If you just use your eyes a bit selecting your home you can spend wonderful wintertimes in this country! We have to manage with little money so no chance for spending thousands for central heating and also not for huge electricity bills but there are several possobilies...
Must admit that we used the aircon for heating our bedroom exactly 6 times in the winter 2012/2013 each time for one hour, not once this winter (wough) Wild horses couldn't drag me back into the winter abroad!


----------



## Baywatch (Mar 30, 2014)

Veronica said:


> Well I have to say that the weather this year really is peculiar
> To still have the amount of cloud and wind we have at the moment is very unusual.
> I think the Earth has tilted


Looking at weather forecast for this week it say 4 day*s of rain and thunder. THAT must be unusual for June, or...


Anders


----------



## hiatusxenia (May 6, 2013)

Ken & Valery, whether you find it acceptable or not, the fact remains that few houses have central heating or insulation as Cypriots just do not consider it a necessity! I am not sure if you are renting or buying in the future, but now that you are aware of the situation you will at least know what to look out for. When I lived in Cyprus (some years ago) there were no wood burning stoves that I was aware of, but the general consensus from friends living there now is that they are the most effective method in the absence of central heating. Otherwise it really is grin & bear it!! As an aside, I remember our old family house in North London had no heating (just fires) until I was about 5 in 1960 and we all survived in what most have been far colder winters.


----------



## Veronica (Apr 5, 2008)

Baywatch said:


> Looking at weather forecast for this week it say 4 day*s of rain and thunder. THAT must be unusual for June, or...
> 
> 
> Anders


Very unusual indeed. In 10 years we have never known anything like this and all of our Cypriot friends say they can't recall weather like this in June.


----------



## Ken and Valery (Jan 17, 2014)

I think that we are getting all lost in translation here a little. Wood burners I cannot comment on them. I am sure that they are effective in heat efficient houses. Although if you place any of them in a poor location as some are put in for cosmetic reasons in Cyprus in the new builds for example on estates, or in houses that are not insulated then you simply are wasting time. I grew up in a home without central heating and survived well also. But our family home was not built out of breeze blocks either.

I am neither stating that a winter in Cyprus is not better than any place in the UK. Of course it is!!. There are literally thousands of expats in Cyprus from all walks of life here for the weather!. 

The point is I am trying to assist and help future expats to not fall into the trap of renting holiday home lets for "the winter" that are without central heating or insulation or without a really efficient system!.(by that i do not mean calour gas bottles or A/C units blowing out very unhealthy dry air) Anybody who defends or argues this point is either not being realistic, or honest, or slightly offended.

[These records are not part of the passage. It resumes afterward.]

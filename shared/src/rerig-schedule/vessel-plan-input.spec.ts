import { describe, expect, it } from 'vitest';
import { NO_DECISIONS } from './plan-input.js';
import { vesselPlanInput } from './vessel-plan-input.js';
import type { PlanBasis, RegisterPart } from './vessel-plan-input.js';
import { yardSeasons } from './yard-seasons.js';
import { STARTING_YARD_TERMS } from './yard-terms.js';

const shroud: RegisterPart = {
  partId: 'port',
  kind: 'cap-shroud',
  side: 'port',
  mast: 'main',
  label: 'Cap shroud, port',
  kindOfWire: 'strand',
  diameterMm: 8,
  lengthM: 15,
  fittedOn: '2019-05-01',
  replaceByOn: '2029-05-01',
};
const basis: PlanBasis = {
  asOfOn: '2027-04-01',
  horizonYears: 3,
  currency: 'EUR',
  terms: STARTING_YARD_TERMS,
  parts: [shroud],
  absences: [],
  fullSeasonIds: [],
  decisions: NO_DECISIONS,
};

describe('seasons of a yard', () => {
  const winter = { id: 'winter', name: 'Winter', fromDay: '11-15', untilDay: '02-29', berths: 1, hours: 1 };

  it('end in the year after where they run over New Year, and on the last day February has', () => {
    const seasons = yardSeasons([winter], '2027-03-01', '2030-01-01');
    expect(seasons.map(({ label, fromOn, untilOn }) => [label, fromOn, untilOn])).toEqual([
      ['Winter 2027/28', '2027-11-15', '2028-02-29'],
      ['Winter 2028/29', '2028-11-15', '2029-02-28'],
    ]);
  });

  it('that have begun count from today', () => {
    const [running] = yardSeasons([winter], '2028-01-10', '2029-01-01');
    expect([running.id, running.fromOn]).toEqual(['2027-winter', '2028-01-10']);
  });
});

describe('input of a plan', () => {
  // 24,000 for the part, and 160 x 15 m x 8 mm = 19,200 for its wire: 43,200 minor units. Aloft 4 h x 1.5 = 6 h.
  // From 1 May 2019 to 1 May 2029 are ten years with three leap days (2020, 2024, 2028): 3,653 days.
  it('prices a part by its size, and gives the next one the same life', () => {
    const [task] = vesselPlanInput(basis).input.tasks;
    expect(task).toMatchObject({
      name: 'Cap shroud, port',
      dueOn: '2029-05-01',
      againAfterDays: 3653,
      terms: { aloft: { costMinor: 43_200, hours: 6 }, 'mast-out-afloat': { costMinor: 43_200, hours: 4 } },
    });
  });

  it('takes port and starboard together, at the earlier date', () => {
    const starboard: RegisterPart = {
      ...shroud,
      partId: 'starboard',
      side: 'starboard',
      label: 'Cap shroud, starboard',
      replaceByOn: '2028-10-01',
    };
    const tasks = vesselPlanInput({ ...basis, parts: [shroud, starboard] }).input.tasks;
    expect(tasks.map(({ name, dueOn }) => [name, dueOn])).toEqual([
      ['Cap shroud, both sides', '2028-10-01'],
      ['Inspection of the whole rig', '2029-04-01'],
    ]);
  });

  it('leaves running rigging out, and rod in visits with the mast out only', () => {
    const parts: RegisterPart[] = [
      { ...shroud, partId: 'halyard', kind: 'halyard', side: 'centre', label: 'Halyard' },
      { ...shroud, partId: 'rod', kindOfWire: 'rod' },
    ];
    const [task, inspection] = vesselPlanInput({ ...basis, parts }).input.tasks;
    expect(task.partIds).toEqual(['rod']);
    expect(Object.keys(task.terms)).toEqual(['mast-out-afloat', 'mast-out-ashore']);
    expect(inspection.partIds).toEqual(['rod']);
  });

  it('has no window where the yard is full, closed, or the vessel away, and says so', () => {
    const { input, notes, windowLabels } = vesselPlanInput({
      ...basis,
      fullSeasonIds: ['2027-autumn'],
      absences: [{ fromOn: '2028-02-01', untilOn: '2028-06-01' }],
      terms: {
        ...STARTING_YARD_TERMS,
        closures: [{ fromOn: '2028-10-01', untilOn: '2028-12-31', reason: 'the slip is rebuilt' }],
      },
    });
    expect(windowLabels.map(({ label }) => label)).toEqual(['Spring 2027', 'Spring 2029', 'Autumn 2029']);
    expect(input.windows[0]).toMatchObject({
      id: '2027-spring',
      opensOn: '2027-04-01',
      closesOn: '2027-05-15',
    });
    expect(notes).toEqual([
      'The yard has no room left in Autumn 2027.',
      'Closures and absences leave no window in Spring 2028, Autumn 2028.',
    ]);
  });

  it('says where a length was taken for granted, and forgets decisions about windows that are no more', () => {
    const { input, notes } = vesselPlanInput({
      ...basis,
      parts: [{ ...shroud, lengthM: null }],
      decisions: {
        ...NO_DECISIONS,
        locked: [
          { windowId: '2026-autumn', kind: 'aloft' },
          { windowId: '2028-spring', kind: 'aloft' },
        ],
      },
    });
    expect(notes[0]).toContain('One part has no length');
    expect(input.decisions.locked).toEqual([{ windowId: '2028-spring', kind: 'aloft' }]);
  });
});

Please bear in mind also that I am not insulting your homes. I am aware that many people cannot afford to put central heating in their homes. And that many struggle hence the need to go for wood burners. That coming to Cyprus one has to rely on their own means so to speak. But lets be honest here!. If cash is readily available then one is not going to push clumsy dangerous calour gas heaters around from room to room or hurl logs as the main source of heating. That burn out.

If it wasnt for the residents of Pissouri who in majority agree with me then I would have started to believe some of you and even one of you that I had thin blood!)))). 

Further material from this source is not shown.